Fan game
A fan game is a game created by the fans of a work that is explicitly based on said work. In terms of the Super Smash Bros. series, this results in low-budget, non-profit games that imitate the gameplay of the series, while simultaneously allowing fans to create and use characters and stages without having to hack an existing game. Fan games tend to be created in environments such as Flash, Game Maker, or Clickteam Fusion, and as a result, are almost exclusively sprite-based. Although the games often feature trademarked characters, settings, music, and other such aspects, their lower production values and presentation causes fan games to be considered legal under parody or fair use laws.
Projects that involve modification of the actual games in the series, such as Project+, Smash Remix, Brawl-, and HewDraw Remix, can be considered a type of fan game. Such projects, however, are often considered separate from typical fan games, due to their differing development; fan games are generally created from scratch, whereas mods involve modifying an existing game.
Notable fan games[edit]
Super Smash Flash 2[edit]
Super Smash Flash 2, commonly abbreviated as SSF2, is a fan game made in Adobe Flash, and developed by the Super Smash Flash 2 Team, led by Gregory "Cleod9" McLeod, and published by McLeodGaming. It is a sequel to the 2006 fan game Super Smash Flash, McLeod's first attempt at a Smash-like game made in Adobe Flash which featured gameplay cues closer to a traditional platform game. SSF2 follows much of the same mechanics as the official Smash games, but differentiates itself by having a 2D pixel art style and much looser content criteria for inclusion of characters who have never appeared in the official games, including playable characters from manga and anime series, such as Goku, Monkey D. Luffy, Naruto Uzumaki, and Ichigo Kurosaki. There are 48 playable characters in total, 15 of whom have never been playable in the official games and five — the aforementioned manga and anime characters and the Black Mage from Final Fantasy — of whom have not appeared in the official games in any capacity. It is available as both a web browser game and as a downloadable game for Microsoft Windows, macOS, and Linux. The first demo of SSF2, version 0.1a, was released on December 25, 2007. The most recent version, Beta 1.4.0, was released on May 9, 2025. The developers would go on to make another platform fighter, Fraymakers.

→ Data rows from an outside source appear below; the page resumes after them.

"""One picture of the station at work: plan, state, target, joints."""

from rich.console import Group
from rich.panel import Panel
from rich.table import Table
from rich.text import Text

from trunnion.files.station_machine import JointSection
from trunnion.service.briefing import Briefing
from trunnion.service.contact_log import contact_on
from trunnion.service.turn import Turn
from trunnion.sky.instants import format_utc

SCALE_CELLS = 49


def draw(briefing: Briefing, turn: Turn) -> Panel:
    """The whole picture at one turn."""
    title = f"{briefing.station.site.name}  {format_utc(turn.utc_s, 0)}"
    joints = _joints(briefing, turn)
    parts = Group(_plan(briefing, turn), Text(""), _state(turn), *joints, _gate(turn))
    return Panel(parts, title=title, title_align="left", width=100)


def _plan(briefing: Briefing, turn: Turn) -> Table:
    table = Table.grid(padding=(0, 2))
    on = contact_on(turn)
    for each in briefing.contacts:
        begin_s = each.forecast.begin_s if each.forecast else None
        end_s = each.forecast.end_s if each.forecast else None
        if begin_s is None or end_s is None:
            table.add_row(" ", each.contact.id, "cannot be served", style="dim")
            continue
        is_on = on is not None and on.contact == each.contact.id
        mark = "▶" if is_on else ("✓" if turn.utc_s >= end_s else " ")
        span = f"{format_utc(begin_s, 0)[11:19]}–{format_utc(end_s, 0)[11:19]}"
        table.add_row(
            mark, each.contact.id, span, each.contact.target, style="bold" if is_on else ""
        )
    return table


def _state(turn: Turn) -> Text:
    decision = turn.decision
    text = f"{decision.phase.value.upper():<10}"
    if decision.look is not None:
        text += f" target at azimuth {decision.look.azimuth_deg:6.1f}°"
        text += f", elevation {decision.look.elevation_deg:5.1f}°"
    if decision.error_deg is not None:
        text += f", pointing error {decision.error_deg:.3f}°"
    return Text(text)


def _joints(briefing: Briefing, turn: Turn) -> tuple[Text, ...]:
    if turn.reading is None:
        return (Text("no reading"), Text(""))
    mount = briefing.station.mount
    demand = turn.decision.demand
    return (
        _scale("first", mount.first, turn.reading.first_deg, demand and demand.first_deg),
        _scale("second", mount.second, turn.reading.second_deg, demand and demand.second_deg),
    )


def _scale(name: str, joint: JointSection, angle_deg: float, wanted_deg: float | None) -> Text:
    """A joint's travel as a line: `|` where it should be, `o` where it is."""
    lower_deg, upper_deg = joint.travel_deg
    cells = ["·"] * SCALE_CELLS

    def put(at_deg: float, mark: str) -> None:
        share = (at_deg - lower_deg) / (upper_deg - lower_deg)
        cells[min(max(round(share * (SCALE_CELLS - 1)), 0), SCALE_CELLS - 1)] = mark

    if wanted_deg is not None:
        put(wanted_deg, "|")
    put(angle_deg, "o")
    return Text(f"{name:<7}{lower_deg:7.0f}° {''.join(cells)} {upper_deg:.0f}°   {angle_deg:8.2f}°")


def _gate(turn: Turn) -> Text:
    if not turn.verdict.interventions:
        return Text("gate   lets it pass", style="dim")
    return Text("gate   " + "; ".join(each.sentence for each in turn.verdict.interventions))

Super Smash Flash 2 is considered the most popular Smash fan game and fosters an active competitive scene, with several of the game's best players, such as LunarySSF2 and RiVer, eventually moving on to compete in official Smash titles.

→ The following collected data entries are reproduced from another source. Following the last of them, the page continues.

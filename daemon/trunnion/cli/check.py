"""`trunnion check`: everything that can be known of a plan before it is flown."""

from collections.abc import Mapping
from pathlib import Path
from typing import TYPE_CHECKING, Annotated

import typer

from trunnion.cli.arguments import AsJson, OptionalPlan, Station
from trunnion.cli.errors import FAILED
from trunnion.cli.output import number, print_json, print_table, print_text, say
from trunnion.sky.instants import format_utc

if TYPE_CHECKING:
    from trunnion.service.briefing import Briefing, ContactBriefing


def check(
    station: Station,
    *,
    plan: OptionalPlan = None,
    now: Annotated[
        str | None,
        typer.Option(metavar="TIME", help="Check as if it were this time; by default it is now."),
    ] = None,
    plot: Annotated[
        Path | None,
        typer.Option(
            metavar="FILE.svg",
            help="Draw the sky as seen and as flown, and the joints over time, into this file.",
        ),
    ] = None,
    safety: Annotated[
        bool, typer.Option("--safety", help="Print what the safety gate does in each case instead.")
    ] = False,
    as_json: AsJson = False,
) -> None:
    """Check a station and its plan: files, times, turns of the cable, rates, conflicts.

    Exit code 1 when something would fail.
    """
    from trunnion.service.briefing import brief
    from trunnion.service.briefing_order import BriefingOrder
    from trunnion.service.clock import SystemClock
    from trunnion.service.drivers import build_driver
    from trunnion.service.plan_words import FASTER, is_worth_comparing, plan_words
    from trunnion.service.sky_notes import sky_notes, sun_over_stow
    from trunnion.service.winds import build_wind

    if safety:
        _print_policy(as_json=as_json)
        return
    if plot is not None and plot.suffix.lower() != ".svg":
        raise typer.BadParameter(f"expected a file name that ends in .svg, got {plot.name}")
    now_s = SystemClock().utc_s() if now is None else _instant(now)
    order = BriefingOrder(station, plan, now_s)
    briefing = brief(order)
    build_driver(briefing.station, SystemClock())
    build_wind(briefing.station, SystemClock())
    if plot is not None:
        _draw(briefing, plot)
    faster = brief(order, FASTER) if is_worth_comparing(briefing) else None
    sky, ways = sky_notes(briefing), plan_words(briefing, faster)
    notes = {name: (*words, *sky.get(name, ())) for name, words in ways.items()}
    warnings = tuple(sun_over_stow(briefing.station))
    if as_json:
        print_json({**_plain(briefing, notes), "warnings": list(warnings)})
    else:
        _print(briefing, notes)
        for sentence in warnings:
            print_text(f"warning: {sentence}")
    if not all(each.is_served for each in briefing.contacts):
        raise typer.Exit(FAILED)


def _print_policy(*, as_json: bool) -> None:
    from trunnion.safety.page import COLUMNS, rows

    if as_json:
        print_json({"policy": [dict(zip(COLUMNS, row, strict=True)) for row in rows()]})
    else:
        print_table("What the safety gate does", COLUMNS, rows())


def _draw(briefing: "Briefing", file: Path) -> None:
    from trunnion.cli.pictures.page import picture
    from trunnion.service.antenna import beam_of, mount_of
    from trunnion.service.clearance import clearance_of

    station = briefing.station
    parts = mount_of(station), clearance_of(station), beam_of(station)
    file.write_text(picture(briefing.programme, *parts), encoding="utf-8")
    say(f"Wrote the picture of the plan to {file}.")


def _instant(text: str) -> float:
    from trunnion.sky.instants import parse_utc

    try:
        return parse_utc(text)
    except ValueError as error:
        raise typer.BadParameter(str(error)) from None


def _plain(briefing: "Briefing", notes: Mapping[str, tuple[str, ...]]) -> dict[str, object]:
    return {
        "station": briefing.station.site.name,
        "is_served": all(each.is_served for each in briefing.contacts),
        "contacts": [
            {**_plain_contact(each), "notes": list(notes.get(each.contact.id, ()))}
            for each in briefing.contacts
        ],
    }


def _plain_contact(each: "ContactBriefing") -> dict[str, object]:
    forecast = each.forecast
    told: dict[str, object] = {
        "id": each.contact.id,
        "target": each.contact.target,
        "priority": each.contact.priority,
        "is_served": each.is_served,
        "trouble": each.trouble,
        "element_age_days": each.element_age_days,
        "findings": [],
    }
    if forecast is not None:
        told |= {
            "rise": _time(forecast.begin_s),
            "culmination": _time(forecast.culmination_s),
            "set": _time(forecast.end_s),
            "highest_elevation_deg": forecast.highest_elevation_deg,
            "first_joint_deg": [forecast.first_joint_begin_deg, forecast.first_joint_end_deg],
            "worst_error_deg": forecast.worst_error_deg,
            "outside_beam_s": forecast.outside_beam_s,
            "findings": [
                {
                    "kind": finding.kind.value,
                    "is_failure": finding.is_failure,
                    "begin": format_utc(finding.begin_s),
                    "end": format_utc(finding.end_s),
                    "sentence": finding.sentence,
                }
                for finding in forecast.findings
            ],
        }
    return told


def _time(utc_s: float | None) -> str | None:
    return None if utc_s is None else format_utc(utc_s, 0)


def _print(briefing: "Briefing", notes: Mapping[str, tuple[str, ...]]) -> None:
    columns = (
        "contact",
        "target",
        "day, rise (UTC)",
        "highest",
        "set",
        "up to [°]",
        "first joint [°]",
        "error [°]",
        "age [days]",
        "",
    )
    print_table(f"Plan of {briefing.station.site.name}", columns, map(_row, briefing.contacts))
    for each in briefing.contacts:
        for sentence in (*each.sentences, *notes.get(each.contact.id, ())):
            print_text(f"{each.contact.id}: {sentence}")


def _row(each: "ContactBriefing") -> tuple[str, ...]:
    forecast = each.forecast
    verdict = "as asked" if each.is_served else "NOT as asked"
    if forecast is None or forecast.begin_s is None:
        return (each.contact.id, each.contact.target, *("–",) * 6, _age(each), verdict)
    begin_deg, end_deg = forecast.first_joint_begin_deg, forecast.first_joint_end_deg
    turns = f"{number(begin_deg, 0)} … {number(end_deg, 0)}"
    return (
        each.contact.id,
        each.contact.target,
        format_utc(forecast.begin_s, 0)[5:19].replace("T", " "),
        _clock(forecast.culmination_s),
        _clock(forecast.end_s),
        number(forecast.highest_elevation_deg, 1),
        turns,
        number(forecast.worst_error_deg, 3),
        _age(each),
        verdict,
    )


def _age(each: "ContactBriefing") -> str:
    return number(each.element_age_days, 1)


def _clock(utc_s: float | None) -> str:
    return "–" if utc_s is None else format_utc(utc_s, 0)[11:19]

Super Smash Bros. Crusade[edit]
Super Smash Bros. Crusade, often abbreviated as SSBC or Crusade, is a fan game originally released on January 2nd, 2010, with the latest update being v0.9.5 on August 8, 2024. Crusade was originally developed for Windows using the Game Maker 7/8 engine by Team Phalcon, consisting of Phantom7, Falcon8r, and Dr.MarioX. Crusade has a large number of fighters with 77 playable characters, 88 if including variants, with 38 of them appearing in the official Super Smash Bros. series, though several play very differently. Up to six players can play simultaneously. Like Super Smash Flash 2, the game is looser than official Smash games with its criteria for playable characters, including the likes of Goku, Vegeta, and Weegee.
Super Smash Land[edit]
Super Smash Land is a fan-made demake of Super Smash Bros. developed with GameMaker 7 by Dan Fornace, released on September 14, 2011. The game loosely adapts Smash's gameplay to a 2-button layout, one for jumping and one for attacking, while featuring graphics in the style of the original Game Boy. The game features 6 playable characters, including Mega Man — who hadn't appeared in an official game at the time — and Vaporeon, who has yet to appear in any official game, as well as 11 stages. Fornace would later go on to develop the platform fighter game Rivals of Aether, released in 2017; the Tower of Heaven stage from Smash Land was carried forward into Rivals, while Vaporeon's moveset would act as the basis for the Rivals character Orcane.